Between 2015 and 2019, WHO notes that three out of 10–representing 29 per cent of all pregnancies, and six out of 10–representing 61 per cent of all unintended pregnancies worldwide ended in induced abortions, and 45 per cent of them were not safe.
Dr. Charles Kiggundu, a senior consultant gynecologist and member of the Association of Obstetricians and Gynecologists of Uganda (AOGU), explains that service providers are sometimes the barriers to accessing sexual reproductive health services because of the selective way in which they offer these services, especially among young people.
Denis Kibira, the executive director of the Coalition for Health Promotion and Social Development (HEPs)-Uganda, explains that while the COVID-19 pandemic has affected supply chains for reproductive health commodities globally, the issue of choice is one that little attention has been paid to.
“For young people, there was no way of getting to facilities, which put them in more vulnerable positions,” he says.

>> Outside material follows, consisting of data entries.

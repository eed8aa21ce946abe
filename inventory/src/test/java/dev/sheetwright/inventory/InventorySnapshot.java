package dev.sheetwright.inventory;

import java.nio.file.Path;
import java.sql.Connection;
import java.sql.DriverManager;
import java.sql.ResultSet;
import java.sql.ResultSetMetaData;
import java.sql.SQLException;
import java.sql.Statement;
import java.util.ArrayList;
import java.util.List;

/** Reads a database file's raw rows (remnants, id counter, schema versions) to compare before and after. */
final class InventorySnapshot {
    private InventorySnapshot() {
    }

    static List<String> of(Path file) {
        List<String> rows = new ArrayList<>();
        try (Connection c = DriverManager.getConnection("jdbc:sqlite:" + file);
             Statement s = c.createStatement()) {
            dump(s, "SELECT * FROM remnant ORDER BY seq", rows);
            dump(s, "SELECT name, seq FROM sqlite_sequence ORDER BY name", rows);
            dump(s, "SELECT * FROM schema_version ORDER BY version", rows);
            dump(s, "SELECT * FROM plan ORDER BY id", rows);
            dump(s, "SELECT * FROM plan_offcut_id ORDER BY seq", rows);
        } catch (SQLException e) {
            throw new IllegalStateException(e);
        }
        return rows;
    }

    static void execute(Path file, String sql) {
        try (Connection c = DriverManager.getConnection("jdbc:sqlite:" + file);
             Statement s = c.createStatement()) {
            s.execute(sql);
        } catch (SQLException e) {
            throw new IllegalStateException(e);
        }
    }

    private static void dump(Statement s, String sql, List<String> rows) throws SQLException {
        try (ResultSet rs = s.executeQuery(sql)) {
            ResultSetMetaData md = rs.getMetaData();
            while (rs.next()) {
                StringBuilder sb = new StringBuilder();
                for (int i = 1; i <= md.getColumnCount(); i++) {
                    sb.append(md.getColumnName(i)).append('=').append(rs.getString(i)).append(' ');
                }
                rows.add(sb.toString());
            }
        }
    }
}
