package dev.sheetwright.core.units;

import java.util.Locale;

/** The length unit a job is written in. Every length of a job is in its unit; conversions go through mm. */
public enum LengthUnit {
    INCH("in", 25.4),
    MILLIMETRE("mm", 1.0);

    private final String symbol;
    private final double mm;

    LengthUnit(String symbol, double mm) {
        this.symbol = symbol;
        this.mm = mm;
    }

    public String symbol() {
        return symbol;
    }

    /** Millimetres in one of this unit (1 in = 25.4 mm exactly). */
    public double mmPerUnit() {
        return mm;
    }

    public double toMm(double value) {
        return value * mm;
    }

    public double fromMm(double valueMm) {
        return valueMm / mm;
    }

    /** Converts {@code value} given in {@code from} into this unit. */
    public double convert(double value, LengthUnit from) {
        return from == this ? value : fromMm(from.toMm(value));
    }

    public static LengthUnit parse(String text) {
        String t = text == null ? "" : text.trim().toLowerCase(Locale.ROOT);
        switch (t) {
            case "in", "inch", "inches":
                return INCH;
            case "mm", "millimetre", "millimeter", "millimetres", "millimeters":
                return MILLIMETRE;
            default:
                throw new IllegalArgumentException("unknown length unit '" + text + "': use in or mm");
        }
    }
}
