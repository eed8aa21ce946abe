package dev.sheetwright.inventory;

import static org.junit.jupiter.api.Assertions.assertEquals;
import static org.junit.jupiter.api.Assertions.assertNull;
import static org.junit.jupiter.api.Assertions.assertTrue;

import dev.sheetwright.core.material.MaterialType;
import java.io.BufferedReader;
import java.io.InputStreamReader;
import java.nio.charset.StandardCharsets;
import java.nio.file.Path;
import java.time.Duration;
import java.util.ArrayList;
import java.util.HashSet;
import java.util.List;
import java.util.Set;
import java.util.concurrent.CompletableFuture;
import java.util.concurrent.CountDownLatch;
import java.util.concurrent.ExecutorService;
import java.util.concurrent.Executors;
import java.util.concurrent.Future;
import java.util.concurrent.TimeUnit;
import org.junit.jupiter.api.AfterEach;
import org.junit.jupiter.api.BeforeEach;
import org.junit.jupiter.api.Test;
import org.junit.jupiter.api.Timeout;
import org.junit.jupiter.api.io.TempDir;
import org.junit.jupiter.params.Parameter;
import org.junit.jupiter.params.ParameterizedClass;
import org.junit.jupiter.params.provider.MethodSource;

/**
 * Planners racing for the same rack, each through its own store (threads) or its own JVM (processes), on both
 * backends. Every remnant must be cut at most once and every offcut id issued once; a client killed inside a commit
 * leaves the rack as it was.
 */
@ParameterizedClass
@MethodSource("dev.sheetwright.inventory.TestRack#kinds")
class ConcurrentPlannersTest {
    private static final int REMNANTS = 30;

    @Parameter
    TestRack.Kind kind;

    @TempDir
    Path dir;
    private TestRack rack;

    @BeforeEach
    void make() {
        rack = TestRack.make(kind, dir, "rack.db");
    }

    @AfterEach
    void drop() {
        if (rack != null) {
            rack.close();
        }
    }

    private void fill(int count) {
        try (RemnantStore store = rack.open()) {
            for (int i = 0; i < count; i++) {
                store.add(NewRemnant.manual(MaterialType.GALVANIZED, 24,
                        RemnantOutline.rectangle(100 + i, 100), "A" + i));
            }
        }
    }

    @Test
    @Timeout(120)
    void twoThreads_eachWithItsOwnStore_neverShareARemnant() throws Exception {
        fill(REMNANTS);
        ExecutorService pool = Executors.newFixedThreadPool(2);
        CountDownLatch start = new CountDownLatch(1);
        try {
            Future<List<String>> a = pool.submit(() -> {
                start.await();
                return PlannerMain.run(rack.location, "plan-a");
            });
            Future<List<String>> b = pool.submit(() -> {
                start.await();
                return PlannerMain.run(rack.location, "plan-b");
            });
            start.countDown();

            check(a.get(100, TimeUnit.SECONDS), b.get(100, TimeUnit.SECONDS));
        } finally {
            pool.shutdownNow();
        }
    }

    @Test
    @Timeout(180)
    void twoProcesses_onTheSameRack_neverShareARemnant() throws Exception {
        fill(REMNANTS);
        Process a = planner("drain", "plan-a");
        Process b = planner("drain", "plan-b");
        try {
            CompletableFuture<String> outA = CompletableFuture.supplyAsync(() -> read(a));
            CompletableFuture<String> outB = CompletableFuture.supplyAsync(() -> read(b));
            assertTrue(a.waitFor(150, TimeUnit.SECONDS) && b.waitFor(30, TimeUnit.SECONDS), "planners timed out");
            assertEquals(0, a.exitValue(), outA.get());
            assertEquals(0, b.exitValue(), outB.get());

            check(outA.get().lines().toList(), outB.get().lines().toList());
        } finally {
            a.destroyForcibly();
            b.destroyForcibly();
        }
    }

    @Test
    @Timeout(180)
    void fourProcesses_raceForTwoRemnants_noneIsCutTwice() throws Exception {
        fill(2);
        List<Process> planners = new ArrayList<>();
        List<CompletableFuture<String>> outs = new ArrayList<>();
        try {
            for (int i = 1; i <= 4; i++) {
                Process p = planner("once", "plan-" + i);
                planners.add(p);
                outs.add(CompletableFuture.supplyAsync(() -> read(p)));
            }
            List<String> cut = new ArrayList<>();
            for (int i = 0; i < 4; i++) {
                assertTrue(planners.get(i).waitFor(150, TimeUnit.SECONDS), "planner timed out");
                assertEquals(0, planners.get(i).exitValue(), outs.get(i).get());
                String line = outs.get(i).get().strip();
                if (!line.isEmpty()) {
                    cut.addAll(List.of(line.split(" ")));
                }
            }

            assertEquals(List.of("R-0001", "R-0002"), cut.stream().sorted().toList(), "cut by the planners");
            try (RemnantStore store = rack.open()) {
                for (Remnant r : store.list(RemnantFilter.any().withIncludeUsed(true), RemnantSort.ID)) {
                    assertEquals(RemnantState.USED, r.state(), r.id());
                }
            }
        } finally {
            planners.forEach(Process::destroyForcibly);
        }
    }

    @Test
    @Timeout(120)
    void commit_clientKilledInsideTheTransaction_leavesTheRackUnchanged() throws Exception {
        fill(2);
        try (RemnantStore store = rack.open()) {
            store.reserve(RemnantFilter.any(), "plan-k", Duration.ofMinutes(30));
            store.hold("plan-k", "J-9", Set.of("R-0001"), List.of(
                    NewRemnant.offcut(MaterialType.GALVANIZED, 24, null, RemnantOutline.rectangle(300, 200), "",
                            "J-9", 1),
                    NewRemnant.offcut(MaterialType.GALVANIZED, 24, null, RemnantOutline.rectangle(300, 300), "",
                            "J-9", 2)), Duration.ofMinutes(30));
        }
        List<String> before = rack.snapshot();

        Process p = planner("commit-and-hang", "plan-k");
        try (BufferedReader out = new BufferedReader(new InputStreamReader(p.getInputStream(), StandardCharsets.UTF_8))) {
            String line = out.readLine();
            assertEquals("writing", line, "the client reached the middle of its commit");
            p.destroyForcibly().waitFor(30, TimeUnit.SECONDS);
        }

        assertEquals(before, rack.snapshot());
        try (RemnantStore store = rack.open()) {
            assertNull(store.findPlan("plan-k").orElseThrow().committed());
            assertEquals(2, store.commitPlan("plan-k", "").size());
            assertEquals(RemnantState.USED, store.get("R-0001").orElseThrow().state());
        }
    }

    private Process planner(String mode, String planId) throws Exception {
        String java = Path.of(System.getProperty("java.home"), "bin", "java").toString();
        return new ProcessBuilder(java, "-cp", System.getProperty("java.class.path"),
                PlannerMain.class.getName(), mode, locationArgument(), planId)
                .redirectErrorStream(true)
                .start();
    }

    /** The location with its password, for the child process only (the test server's, on 127.0.0.1). */
    private String locationArgument() {
        if (rack.location instanceof RackLocation.Server s) {
            return "postgresql://" + s.user() + (s.password() == null ? "" : ":" + s.password()) + "@" + s.host()
                    + ":" + s.port() + "/" + s.database();
        }
        return rack.location.toString();
    }

    private static String read(Process p) {
        try {
            return new String(p.getInputStream().readAllBytes(), StandardCharsets.UTF_8);
        } catch (java.io.IOException e) {
            throw new java.io.UncheckedIOException(e);
        }
    }

    private void check(List<String> linesA, List<String> linesB) {
        List<String> used = new ArrayList<>();
        List<String> offcuts = new ArrayList<>();
        List<String> all = new ArrayList<>(linesA);
        all.addAll(linesB);
        for (String line : all) {
            String[] parts = line.split(" ");
            assertEquals(2, parts.length, "unexpected planner output: " + line);
            used.add(parts[0]);
            offcuts.add(parts[1]);
        }
        Set<String> inA = new HashSet<>(linesA.stream().map(l -> l.split(" ")[0]).toList());
        Set<String> inB = new HashSet<>(linesB.stream().map(l -> l.split(" ")[0]).toList());
        inA.retainAll(inB);
        assertEquals(Set.of(), inA, "both planners cut the same remnant");
        assertEquals(REMNANTS, used.size());
        assertEquals(REMNANTS, new HashSet<>(used).size());
        assertEquals(REMNANTS, new HashSet<>(offcuts).size());
        try (RemnantStore store = rack.open()) {
            List<Remnant> rows = store.list(RemnantFilter.any().withIncludeUsed(true), RemnantSort.ID);
            assertEquals(2 * REMNANTS, rows.size());
            for (Remnant r : rows) {
                RemnantState expected = r.material() == MaterialType.GALVANIZED
                        ? RemnantState.USED : RemnantState.AVAILABLE;
                assertEquals(expected, r.state(), r.id());
            }
        }
    }
}
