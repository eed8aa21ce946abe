package dev.sheetwright.core.units;

import java.util.regex.Matcher;
import java.util.regex.Pattern;

/**
 * Reads lengths the way they are written on shop tickets: decimals ({@code 12.5}), fractions ({@code 3/8}) and
 * mixed numbers ({@code 18 7/8}, {@code 12-1/2}).
 */
public final class Lengths {

    private static final Pattern DECIMAL = Pattern.compile("[+-]?(\\d+(\\.\\d*)?|\\.\\d+)");
    private static final Pattern FRACTION = Pattern.compile("([+-]?)(\\d+)/(\\d+)");
    private static final Pattern MIXED = Pattern.compile("([+-]?)(\\d+)(?:\\s+|-)(\\d+)/(\\d+)");

    private Lengths() {
    }

    /**
     * Parses a number written as a decimal, a fraction or a mixed number.
     *
     * @throws IllegalArgumentException when the text is none of these, or a denominator is zero
     */
    public static double parse(String text) {
        if (text == null) {
            throw new IllegalArgumentException("expected a number, got nothing");
        }
        String t = text.trim();
        Matcher m;
        if (DECIMAL.matcher(t).matches()) {
            return Double.parseDouble(t);
        }
        if ((m = FRACTION.matcher(t)).matches()) {
            double v = fraction(m.group(2), m.group(3), text);
            return "-".equals(m.group(1)) ? -v : v;
        }
        if ((m = MIXED.matcher(t)).matches()) {
            double v = Long.parseLong(m.group(2)) + fraction(m.group(3), m.group(4), text);
            return "-".equals(m.group(1)) ? -v : v;
        }
        throw new IllegalArgumentException(
                "'" + text + "' is not a number; write a decimal (12.5), a fraction (3/8) or a mixed number (18 7/8 or 12-1/2)");
    }

    private static double fraction(String num, String den, String text) {
        long d = Long.parseLong(den);
        if (d == 0) {
            throw new IllegalArgumentException("'" + text + "' has a zero denominator");
        }
        return (double) Long.parseLong(num) / d;
    }

    /**
     * Reads a sheet or remnant size {@code W x L} ({@code 48x120}, {@code 47 15/16 x 30}, {@code X} or {@code *}
     * also separate), each side as {@link #parse(String)} reads it. The caller checks the range.
     *
     * @return {width, length} in the unit the text is written in
     */
    public static double[] parseSize(String text) {
        String[] parts = sizeParts(text);
        if (parts == null) {
            throw new IllegalArgumentException("'" + text + "' is not a size; write W x L, e.g. 48x120");
        }
        return new double[] {parse(parts[0]), parse(parts[1])};
    }

    /** The two sides of a size as written ({@code "47 15/16 x 30"} → {"47 15/16", "30"}), or null if not a size. */
    public static String[] sizeParts(String text) {
        String[] parts = text == null ? new String[0] : text.strip().split("\\s*[xX*]\\s*");
        return parts.length == 2 ? parts : null;
    }
}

A recent poll survey by HEPS Uganda that sought to understand how the pandemic has affected access to sexual and reproductive health services found that 33 per cent of respondents said the pandemic had affected their access to all services. Another 33 per cent noted that some services were not available, and only 19 percent said they were able to access services. One of the major challenges given by young people in being unable to access services was the “lack of youth friendly services,” according to the poll survey.
Asked what would be the best way to sustain the provision of quality reproductive health services to young people, 29 per cent of respondents noted that bringing youth friendly services closer to young people could help. Another 24 per cent of respondents said training health workers on how to provide youth-friendly services would make a difference.